Kemudian selain metode yang sudah dijelaskan sebelumnya, Sumanto juga menggunakan
metode historical documents (archives) dalam penelitiannya. Hal ini ia lakukan karena
dalam dalam kasus yang dia teliti cenderung memiliki bahasan mengenai sejarah, lintasan
dan dinamika hubungan antar kedua agama yang bertikai sebelum, selama dan setelah
kekacauan terjadi. Selain itu, dalam buku ini juga banyak membahas mengenai metode
analisis historis dan tekstual yang cenderung dapat menambah bukti keaslian penelitian ini.
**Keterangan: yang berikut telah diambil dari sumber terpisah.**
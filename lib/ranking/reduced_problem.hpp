#pragma once

#include <optional>
#include <vector>

#include <Eigen/Dense>

#include "ranking/fit_data.hpp"
#include "ranking/form_family.hpp"

namespace spinsieve {

/// Rows (f·zᵀ A z − target)² of a χ² with unit weights; f is 1 or the factor of a scale slot.
struct FormRows {
  Eigen::MatrixXd packed;       ///< r² × R, each column one symmetric A.
  Eigen::VectorXd target;       ///< R.
  std::vector<int> slot;        ///< −1: no factor; else the scale slot.
  std::vector<char> one_sided;  ///< 1: counts only while f·zᵀ A z < target.

  Eigen::Index size() const noexcept { return target.size(); }
  Eigen::Map<const Eigen::MatrixXd> form(Eigen::Index row, Eigen::Index r) const {
    return {packed.col(row).data(), r, r};
  }
};

/// A scale that has to be found with the moments.
struct ScaleSlot {
  std::size_t group = 0;  ///< Of the data.
  bool measured = false;  ///< Then value ± sigma is one more residual.
  double value = 1;
  double sigma = 0;
};

/// The χ² of one candidate in its smallest equivalent form.
///
/// Parameters that no form contains are removed (c = V z), errors are whitened, fixed scales folded
/// in, and the two-sided rows of each scale compressed by an orthogonal transformation to at most
/// r(r+1)/2, the number of products z_i z_j, whatever the number of lines:
/// χ²(c) = rest + Σ rows(z) + Σ scale residuals, exactly.
class ReducedProblem {
 public:
  /// Throws Error when the forms do not match the points of the data.
  ReducedProblem(const FitData& data, const CandidateModel& model);

  Eigen::Index parameters() const noexcept { return basis_.cols(); }  ///< r, may be 0.
  const Eigen::MatrixXd& basis() const noexcept { return basis_; }    ///< V, n × r.

  /// Orthonormal n × (n − r): directions that change no intensity and no constraint.
  const Eigen::MatrixXd& unseen() const noexcept { return unseen_; }

  const FormRows& rows() const noexcept { return rows_; }
  const std::vector<ScaleSlot>& slots() const noexcept { return slots_; }
  double rest() const noexcept { return rest_; }

  /// Upper limits as zᵀ A z ≤ 1, then equalities zᵀ A z = 0; empty when there are none.
  const FormRows& constraints() const noexcept { return constraints_; }
  std::size_t limits() const noexcept { return limits_; }

 private:
  void find_basis(const CandidateModel& model);
  void add_rows(const FitData& data, const CandidateModel& model);
  void compress(const Eigen::MatrixXd& packed, const Eigen::VectorXd& target, int slot);
  void append(const Eigen::MatrixXd& packed, const Eigen::VectorXd& target, int slot,
              bool one_sided);

  Eigen::MatrixXd basis_;
  Eigen::MatrixXd unseen_;
  FormRows rows_;
  FormRows constraints_;
  std::size_t limits_ = 0;
  std::vector<ScaleSlot> slots_;
  double rest_ = 0;
};

/// The slot that each scale group of the data uses, or none when its factor is known or absorbed.
std::vector<std::optional<std::size_t>> scale_slots(const FitData& data);

}  // namespace spinsieve
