# Each of these lines must make stage_order.cmake fail, and a sound tree must pass.
cmake_minimum_required(VERSION 3.25)

function(expect result file line)
  file(REMOVE_RECURSE ${WORK_DIR})
  file(WRITE ${WORK_DIR}/lib/${file} "${line}\n")
  execute_process(COMMAND ${CMAKE_COMMAND} -DSOURCE_DIR=${WORK_DIR} "-DSTAGES=${STAGES}"
    -P ${CMAKE_CURRENT_LIST_DIR}/stage_order.cmake RESULT_VARIABLE code ERROR_VARIABLE text)
  if((result STREQUAL "sound" AND NOT code EQUAL 0) OR
     (result STREQUAL "fault" AND (code EQUAL 0 OR NOT text MATCHES "${file} (includes|brings|must)")))
    message(SEND_ERROR "${file} with '${line}' must count as ${result}")
  endif()
endfunction()

expect(sound symmetry/star.cpp "#include \"crystal/cell.hpp\"")
expect(sound input/yaml.cpp "#include <yaml-cpp/yaml.h>")
expect(sound scattering/line.hpp "#include <Eigen/Core>")
expect(sound crystal/spglib.cpp "#include <spglib.h>")
expect(fault symmetry/star.cpp "#include \"modes/moment_field.hpp\"")
expect(fault input/job.hpp "#include <yaml-cpp/yaml.h>")
expect(fault ranking/fit.cpp "#include <nlohmann/json.hpp>")
expect(fault exact/fraction.hpp "#include <boost/multiprecision/cpp_int.hpp>")
expect(fault modes/basis.hpp "#include <Eigen/Core>")
expect(fault crystal/cell.cpp "#include <iostream>")
expect(fault crystal/cell.cpp "#include <spglib.h>")
file(REMOVE_RECURSE ${WORK_DIR})
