#pragma once

#include <cstdint>
#include <random>

#include <Eigen/Dense>

namespace spinsieve {

/// Seeded draws that are the same on every machine: the generator's raw output and our own
/// transformation, since the distributions of the standard library differ between vendors.
class RandomDraws {
 public:
  /// stream: an index (a start, a redraw, a pair) with draws of its own, for parallel loops.
  explicit RandomDraws(std::uint64_t seed, std::uint64_t stream = 0);

  double uniform();  ///< In (0, 1), never an end.
  double normal();   ///< Mean 0, variance 1.
  Eigen::VectorXd normal_vector(Eigen::Index size);

 private:
  std::mt19937_64 generator_;
  double kept_ = 0;
  bool has_kept_ = false;
};

}  // namespace spinsieve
Menurut saya, sudah sepantasnya dalam meneliti kasus kekerasan komunal yang terjadi
pada masa lampau seperti halnya kasus ini, sudah semestinya dilakukan kajian secara
historical dan literatur. Seperti halnya dalam penelitian buku ini, Sumanto mengatakan
bahwa kajian sejarah dan literatur dilakukan di tempat-tempat seperti Museum Arsip
Nasional, Perpustakaan Nasional (berlokasi di Jakarta), Perpustakaan Rumphius (Ambon),
dan Universitas Pattimura, universitas terbesar di Maluku (berlokasi di Ambon). Menurut
saya, pemilihan tempat-tempat ini sebagai tempat untuk mengkaji berbagai literatur dan
mengkaji dokumen-dokumen sejarah merupakan hal yang tepat. Sebab dengan memilih
tempat-tampat ini, peneliti bisa mengetahui seluk beluk kekerasan seperti halnya sosio-
historis kekerasan dan bagaimana perkembangan Maluku pasca konflik komunal terjadi.

Berdasarkan pemaparan diatas mengenai metode yang digunakan oleh peneliti dalam
mengulik permasalahan kekerasan komunal yang terjadi di Maluku maka dapat ditarik
kesimpulan bahwa Sumanto sang peneliti menggunakan metode penelitian yang sangat
cocok dan relevan dengan tujuan penelitiannya. Dengan menggunakan metode yang ia pilih
yaitu studi lapangan etnografi, kekerasan komunal yang terjadi di Maluku bisa ia jabarkan
dan jelaskan dengan sangat rinci dan baik.